LA JOLLA, Calif. — September 26, 2024 - Every year, millions of patients around the world that have had surgery deal with delayed healing and discomfort due to limitations with traditional wound closure devices. Complications such as infection, allergic skin reactions/irritation, discomfort, blisters and premature detachment are common. Now, there is a promising innovation gaining interest and visibility from healthcare systems and providers - SYLKE® Adhesive Wound Closure.
Today, at the 93rd annual meeting of the American Society of Plastic Surgeons in San Diego, CA, SYLKE® has shared results from a study it conducted looking at the effectiveness of a silk surgical site wound closure prototype versus traditional synthetic dressings. In tandem, SYLKE® announces that it has secured $5.5 million in a Seed funding round. The company will use these proceeds to speed up new innovations, scale its offerings and expand the team.
The highlights include:
- 75 percent of patients had partial or total detachment of post-operatively placed Steri-Strips® while 0 percent had total detachment of the silk dressing and 18.8 percent had partial detachment of the silk prototype within the first two weeks after surgery.
- 20.8 percent of patients were assessed by surgeons as having erythema at the surgical site on the side of the body where Steri- Strip® closure was used and 0 percent had erythema on the silk prototype side.
- The frequency of breast triple point separation after breast reductions in 43 patients was 30.2 percent on the side where Steri-Strip® closure was used and 9.3 percent on the side where the silk prototype was used.

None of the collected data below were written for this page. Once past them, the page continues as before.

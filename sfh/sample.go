package sfh

import (
	"fmt"
	"math"
	"math/rand/v2"
)

// RangeSampler draws exact lookback ages from a History restricted to one age
// range. It holds the per-range constants of every component's inverse CDF,
// so Sample costs one uniform to pick a component, one to invert its CDF
// (or two per trial where a narrow exponential is drawn by rejection, see
// span.sample) and, with dips, one for the acceptance test, and allocates
// nothing. A RangeSampler is immutable and may be shared; the *rand.Rand
// may not.
type RangeSampler struct {
	h      *History
	lo, hi float64
	spans  []span
	cum    []float64 // cumulative undipped mass over components
	last   int       // last component with positive mass in range
	dipMax float64   // upper bound of the dip factor on [lo, hi]
	mass   float64   // normalised (dipped) mass in range
}

// RangeSampler prepares exact sampling on [lo, hi] intersected with
// [0, MaxAgeGyr]. It fails when that intersection is empty or forms no stars.
func (h *History) RangeSampler(lo, hi float64) (*RangeSampler, error) {
	a, b, ok := h.clip(lo, hi)
	if !ok {
		return nil, fmt.Errorf("sfh: age range [%g, %g] Gyr does not overlap (0, %g); give lo < hi with some of it inside [0, MaxAgeGyr]",
			lo, hi, h.maxAge)
	}
	s := &RangeSampler{
		h:      h,
		lo:     a,
		hi:     b,
		spans:  make([]span, len(h.comps)),
		cum:    make([]float64, len(h.comps)),
		last:   -1,
		dipMax: h.dipMax(a, b),
	}
	var total float64
	for i := range h.comps {
		c := &h.comps[i]
		s.spans[i] = c.shape.span(a, b)
		if c.share > 0 && s.spans[i].mass > 0 {
			total += c.share * s.spans[i].mass
			s.last = i
		}
		s.cum[i] = total
	}
	s.mass = h.MassInRange(a, b)
	if s.last < 0 || !(s.mass > 0) || !(s.dipMax > 0) {
		return nil, fmt.Errorf("sfh: no stars form in the age range [%g, %g] Gyr; choose a range where the history's rate is positive", a, b)
	}
	return s, nil
}

// Range returns the age range the sampler draws from, after clipping to
// [0, MaxAgeGyr].
func (s *RangeSampler) Range() (lo, hi float64) { return s.lo, s.hi }

// Mass returns the fraction of the history's total mass in the range.
func (s *RangeSampler) Mass() float64 { return s.mass }

// Sample draws one lookback age in Gyr, distributed as the history's rate
// restricted to the range.
func (s *RangeSampler) Sample(r *rand.Rand) float64 {
	h := s.h
	total := s.cum[len(s.cum)-1]
	for {
		u := r.Float64() * total
		k := s.last
		for i, c := range s.cum[:s.last] {
			if u < c {
				k = i
				break
			}
		}
		age := s.spans[k].sample(r)
		if len(h.dips) == 0 || r.Float64()*s.dipMax < h.dipFactor(age) {
			return age
		}
	}
}

// Sample draws one lookback age in Gyr from the whole history, exactly: a
// component is chosen in proportion to its mass, its inverse CDF is evaluated
// at a uniform number, and with dips the age is accepted with probability
// proportional to the dip factor (otherwise the draw starts over).
func (h *History) Sample(r *rand.Rand) float64 { return h.full.Sample(r) }

// SampleInRange draws one lookback age from the history restricted to
// [lo, hi] ∩ [0, MaxAgeGyr], exactly and without allocating. It recomputes the
// range's constants on every call; to draw many ages from one range, build a
// RangeSampler once. It returns NaN when the range forms no stars.
func (h *History) SampleInRange(r *rand.Rand, lo, hi float64) float64 {
	a, b, ok := h.clip(lo, hi)
	if !ok {
		return math.NaN()
	}
	var total float64
	for i := range h.comps {
		c := &h.comps[i]
		if c.share > 0 {
			total += c.share * c.shape.mass(a, b)
		}
	}
	dmax := h.dipMax(a, b)
	if !(total > 0) || !(dmax > 0) {
		return math.NaN()
	}
	for {
		// Walk the components again instead of storing their masses, which
		// would need a slice per call.
		u := r.Float64() * total
		var sp span
		var acc float64
		for i := range h.comps {
			c := &h.comps[i]
			if c.share <= 0 {
				continue
			}
			cand := c.shape.span(a, b)
			if cand.mass <= 0 {
				continue
			}
			sp = cand
			acc += c.share * sp.mass
			if u < acc {
				break
			}
		}
		age := sp.sample(r)
		if len(h.dips) == 0 || r.Float64()*dmax < h.dipFactor(age) {
			return age
		}
	}
}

When combined with the results of a previously published study using the SYLKE® prototype vs. Prineo Dermabond, authors from The Johns Hopkins School of Medicine and the University of California San Diego concluded that:
- Discomfort after surgery at the surgical site decreased from 57.5 percent to 4.1 percent using the SYLKE® prototype
- Itching and inflammation at the surgical site decreased from 45.2 percent to 5.5 percent using the SYLKE® prototype.
- Erythema at the surgical site decreased from 53.4 percent to 1.4 percent using the SYLKE® prototype
“One in seven patients who undergo surgery will have a medical adhesive related skin injury as a result of the adhesive dressing used on their skin…yet there have not been substantial improvements or innovative breakthroughs to change this until now,” said Dr. Mark Mofid, Founder and CEO of SYLKE®. “The silk fibroin wound dressing has been shown to improve patient outcomes and comfort while decreasing the incidence of medical adhesive related skin injuries and wound healing complications. Feedback from the healthcare system has been overwhelmingly positive and we are poised for an exciting next twelve months and beyond.”
SYLKE® Adhesive Wound Closure is made from 99.9 percent non-immunogenic, medical-grade silk fibroin. This innovation offers a biocompatible, breathable, and water-resistant closure that gently yet securely adheres to the skin. Its unique 360° stretch mimics the natural elasticity of skin, allowing for movement without compromising the wound closure. With up to 14 days of wear time, even on dynamic areas like joints, SYLKE® is designed to protect the wound, offload tension, and support the body's natural healing process. SYLKE® is not just improving wound care - it defines a new standard of care that prioritizes patient outcomes and advances the future of healthcare.